**EXERCISE INSTRUCTIONS**
The answer must be every line from the entries below that contains "matrix".

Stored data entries
<<<<
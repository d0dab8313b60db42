// Householder QR with limited column pivoting, in double precision.
//
// The n-sized work runs on one column-major Float64Array with explicit offsets:
// element-wise get/set through a matrix class (ml-matrix) is about 16x slower at
// 100,000 x 30, and this factorisation is the dominant O(n p^2) cost of a fit.
//
// Pivoting follows the caller's column order, as LINPACK dqrdc2 does: columns
// are taken in order, and a column whose part not explained by the columns
// already accepted has norm <= tolerance * (its own norm) is declared aliased
// and moved to the end. The remaining norm is computed afresh from the updated
// column at the moment of the decision, never from downdated norms.

export interface HouseholderQR {
  rows: number;
  /** Number of accepted (non-aliased) columns. */
  rank: number;
  /** Candidate positions (working columns) in factorisation order: accepted first, then aliased. */
  order: number[];
  /** Column-major n x p working array: reflectors on and below the diagonal, R above. */
  work: Float64Array;
  /** Diagonal of R for accepted columns (index = position in order). */
  rdiag: Float64Array;
  /** Householder scalars: H_k = I - v v^T / beta_k. */
  beta: Float64Array;
  /** Relative remaining norm of each candidate column at its decision (1 for the first). */
  remainingNorm: Float64Array;
}

/**
 * Factorise the columns `candidates` (indices into `columns`) of an n-row matrix.
 * `referenceNorm[j]` is the norm a column's remaining part is compared against.
 */
export function householderQR(
  columns: ArrayLike<number>[],
  rows: number,
  candidates: number[],
  referenceNorm: ArrayLike<number>,
  tolerance: number,
): HouseholderQR {
  const n = rows;
  const q = candidates.length;
  const work = new Float64Array(n * q);
  for (let c = 0; c < q; c++) {
    const src = columns[candidates[c]];
    const off = c * n;
    for (let i = 0; i < n; i++) work[off + i] = src[i];
  }
  // Candidate c lives in working column c; `accepted` lists them in pivot order.
  const accepted: number[] = [];
  const aliased: number[] = [];
  const rdiag = new Float64Array(q);
  const beta = new Float64Array(q);
  const remainingNorm = new Float64Array(q);
  // dots[d]: v_k^T (column d) for the latest reflector k, taken during the pass
  // that applied reflector k-1 to column d (see applyAndDot).
  const dots = new Float64Array(q);

  /** Decide candidate c at position k; when accepted, form its reflector in place. */
  const decide = (c: number, k: number): boolean => {
    const off = c * n;
    let ss = 0;
    for (let i = k; i < n; i++) ss += work[off + i] * work[off + i];
    const nrm = Math.sqrt(ss);
    const ref = referenceNorm[candidates[c]];
    remainingNorm[c] = ref > 0 ? nrm / ref : 0;
    if (k >= n || !(nrm > tolerance * ref) || !Number.isFinite(nrm)) return false;
    // Reflector mapping x = work[k.., c] to alpha e_1 with alpha = -sign(x_k) ||x||,
    // so that v_k = x_k - alpha never cancels.
    const x0 = work[off + k];
    const alpha = x0 >= 0 ? -nrm : nrm;
    const v0 = x0 - alpha;
    work[off + k] = v0;
    rdiag[k] = alpha;
    beta[k] = -alpha * v0; // = v^T v / 2
    return true;
  };

  // Columns are taken in order. Each pending column is brought up to date with the
  // latest reflector just before it is decided; once the next reflector is formed,
  // one pass per remaining column applies the previous reflector and accumulates
  // the dot product with the new one. These are the operations of the textbook
  // loop (dot, then update, per reflector) in the same order, so the result is
  // bit-identical to it, with one pass over each column per reflector instead of two.
  let current = -1; // working column of the latest reflector, -1 before the first
  let next = 0; // index into candidates order of the next column to decide
  while (next < q) {
    const k = accepted.length;
    let chosen = -1;
    while (next < q) {
      const c = next++;
      if (current >= 0) applyReflector(work, n, current * n, k - 1, beta[k - 1], c * n, dots[c]);
      if (decide(c, k)) {
        chosen = c;
        break;
      }
      aliased.push(c);
    }
    if (chosen < 0) break;
    accepted.push(chosen);
    const offV = chosen * n;
    let d = next;
    if (current >= 0) {
      // Four (then two) pending columns per pass: each column's operations are
      // exactly those of applyAndDot, so the result is bit-identical, but the two
      // reflectors are read once for all of them and the dot products accumulate
      // side by side instead of waiting on one another (~30% less time at
      // 100,000 x 31, scripts/bench-large-fit.ts).
      for (; d + 3 < q; d += 4) {
        applyAndDotQuad(work, n, current * n, k - 1, beta[k - 1], d, dots, offV);
      }
      for (; d + 1 < q; d += 2) {
        applyAndDotPair(work, n, current * n, k - 1, beta[k - 1], d * n, (d + 1) * n, dots, d, offV);
      }
    }
    for (; d < q; d++) {
      const offD = d * n;
      if (current < 0) {
        let s = 0;
        for (let i = k; i < n; i++) s += work[offV + i] * work[offD + i];
        dots[d] = s;
      } else {
        dots[d] = applyAndDot(work, n, current * n, k - 1, beta[k - 1], offD, dots[d], offV);
      }
    }
    current = chosen;
  }
  // Reflectors and R entries sit in the accepted columns' slots; order maps positions to slots.
  return {
    rows: n,
    rank: accepted.length,
    order: [...accepted, ...aliased],
    work,
    rdiag,
    beta,
    remainingNorm,
  };
}

/** Column at offD -= (s / b) v, with v the reflector of position k at offV. */
function applyReflector(work: Float64Array, n: number, offV: number, k: number, b: number, offD: number, s: number): void {
  const f = s / b;
  for (let i = k; i < n; i++) work[offD + i] -= f * work[offV + i];
}

/**
 * applyReflector for the reflector of position k, and in the same pass the dot
 * product (from row k + 1) of the updated column with the next reflector at offW.
 */
function applyAndDot(
  work: Float64Array, n: number, offV: number, k: number, b: number, offD: number, s: number, offW: number,
): number {
  const f = s / b;
  if (k < n) work[offD + k] -= f * work[offV + k];
  let t = 0;
  for (let i = k + 1; i < n; i++) {
    const x = work[offD + i] - f * work[offV + i];
    work[offD + i] = x;
    t += work[offW + i] * x;
  }
  return t;
}

/** applyAndDot for the columns at offD and offE (dots[d] and dots[d + 1]) in one pass; results in dots. */
function applyAndDotPair(
  work: Float64Array, n: number, offV: number, k: number, b: number, offD: number, offE: number,
  dots: Float64Array, d: number, offW: number,
): void {
  const f = dots[d] / b;
  const g = dots[d + 1] / b;
  if (k < n) {
    work[offD + k] -= f * work[offV + k];
    work[offE + k] -= g * work[offV + k];
  }
  let t = 0;
  let u = 0;
  for (let i = k + 1; i < n; i++) {
    const v = work[offV + i];
    const w = work[offW + i];
    const x = work[offD + i] - f * v;
    const y = work[offE + i] - g * v;
    work[offD + i] = x;
    work[offE + i] = y;
    t += w * x;
    u += w * y;
  }
  dots[d] = t;
  dots[d + 1] = u;
}

/** applyAndDot for the four columns d..d+3 (each n long, dots[d..d+3]) in one pass; results in dots. */
function applyAndDotQuad(
  work: Float64Array, n: number, offV: number, k: number, b: number, d: number, dots: Float64Array, offW: number,
): void {
  const o0 = d * n;
  const o1 = o0 + n;
  const o2 = o1 + n;
  const o3 = o2 + n;
  const f0 = dots[d] / b;
  const f1 = dots[d + 1] / b;
  const f2 = dots[d + 2] / b;
  const f3 = dots[d + 3] / b;
  if (k < n) {
    const v = work[offV + k];
    work[o0 + k] -= f0 * v;
    work[o1 + k] -= f1 * v;
    work[o2 + k] -= f2 * v;
    work[o3 + k] -= f3 * v;
  }
  let t0 = 0;
  let t1 = 0;
  let t2 = 0;
  let t3 = 0;
  for (let i = k + 1; i < n; i++) {
    const v = work[offV + i];
    const w = work[offW + i];
    const x0 = work[o0 + i] - f0 * v;
    const x1 = work[o1 + i] - f1 * v;
    const x2 = work[o2 + i] - f2 * v;
    const x3 = work[o3 + i] - f3 * v;
    work[o0 + i] = x0;
    work[o1 + i] = x1;
    work[o2 + i] = x2;
    work[o3 + i] = x3;
    t0 += w * x0;
    t1 += w * x1;
    t2 += w * x2;
    t3 += w * x3;
  }
  dots[d] = t0;
  dots[d + 1] = t1;
  dots[d + 2] = t2;
  dots[d + 3] = t3;
}

// applyQt and applyQ fuse the update by one reflector with the dot product for
// the next, in the textbook order of operations (bit-identical to dot-then-update
// per reflector), so that z and the reflectors are read once per reflector.

/** z <- Q^T z (z has n entries). */
export function applyQt(qr: HouseholderQR, z: Float64Array): void {
  const { rows: n, work, beta, rank } = qr;
  if (rank === 0) return;
  let off = qr.order[0] * n;
  let s = 0;
  for (let i = 0; i < n; i++) s += work[off + i] * z[i];
  for (let k = 0; k < rank; k++) {
    const f = s / beta[k];
    if (k + 1 === rank) {
      for (let i = k; i < n; i++) z[i] -= f * work[off + i];
      return;
    }
    const offW = qr.order[k + 1] * n;
    z[k] -= f * work[off + k];
    let t = 0;
    for (let i = k + 1; i < n; i++) {
      const x = z[i] - f * work[off + i];
      z[i] = x;
      t += work[offW + i] * x;
    }
    s = t;
    off = offW;
  }
}

/** z <- Q z. */
export function applyQ(qr: HouseholderQR, z: Float64Array): void {
  const { rows: n, work, beta, rank } = qr;
  if (rank === 0) return;
  let k = rank - 1;
  let off = qr.order[k] * n;
  let s = 0;
  for (let i = k; i < n; i++) s += work[off + i] * z[i];
  for (; k >= 0; k--) {
    const f = s / beta[k];
    if (k === 0) {
      for (let i = 0; i < n; i++) z[i] -= f * work[off + i];
      return;
    }
    // The next reflector (k - 1) starts one row earlier, where z is not changed by this one.
    const offW = qr.order[k - 1] * n;
    let t = 0;
    t += work[offW + k - 1] * z[k - 1];
    for (let i = k; i < n; i++) {
      const x = z[i] - f * work[off + i];
      z[i] = x;
      t += work[offW + i] * x;
    }
    s = t;
    off = offW;
  }
}

/** R(k, l) for accepted positions k <= l. */
export function rEntry(qr: HouseholderQR, k: number, l: number): number {
  return k === l ? qr.rdiag[k] : qr.work[qr.order[l] * qr.rows + k];
}

/** The rank x rank upper-triangular R as rows of plain arrays. */
export function upperTriangle(qr: HouseholderQR): number[][] {
  const r = qr.rank;
  const out: number[][] = [];
  for (let k = 0; k < r; k++) {
    const row = new Array<number>(r).fill(0);
    for (let l = k; l < r; l++) row[l] = rEntry(qr, k, l);
    out.push(row);
  }
  return out;
}

/** Solve R x = c in place (c has rank entries). */
export function solveUpper(qr: HouseholderQR, c: Float64Array): void {
  for (let k = qr.rank - 1; k >= 0; k--) {
    let s = c[k];
    for (let l = k + 1; l < qr.rank; l++) s -= rEntry(qr, k, l) * c[l];
    c[k] = s / qr.rdiag[k];
  }
}

/** Solve R^T h = g in place (g has rank entries). */
export function solveUpperTransposed(qr: HouseholderQR, g: Float64Array): void {
  for (let k = 0; k < qr.rank; k++) {
    let s = g[k];
    for (let l = 0; l < k; l++) s -= rEntry(qr, l, k) * g[l];
    g[k] = s / qr.rdiag[k];
  }
}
>>>>
**RESULT OF THIS EXERCISE**
// element-wise get/set through a matrix class (ml-matrix) is about 16x slower at
 * Factorise the columns `candidates` (indices into `columns`) of an n-row matrix.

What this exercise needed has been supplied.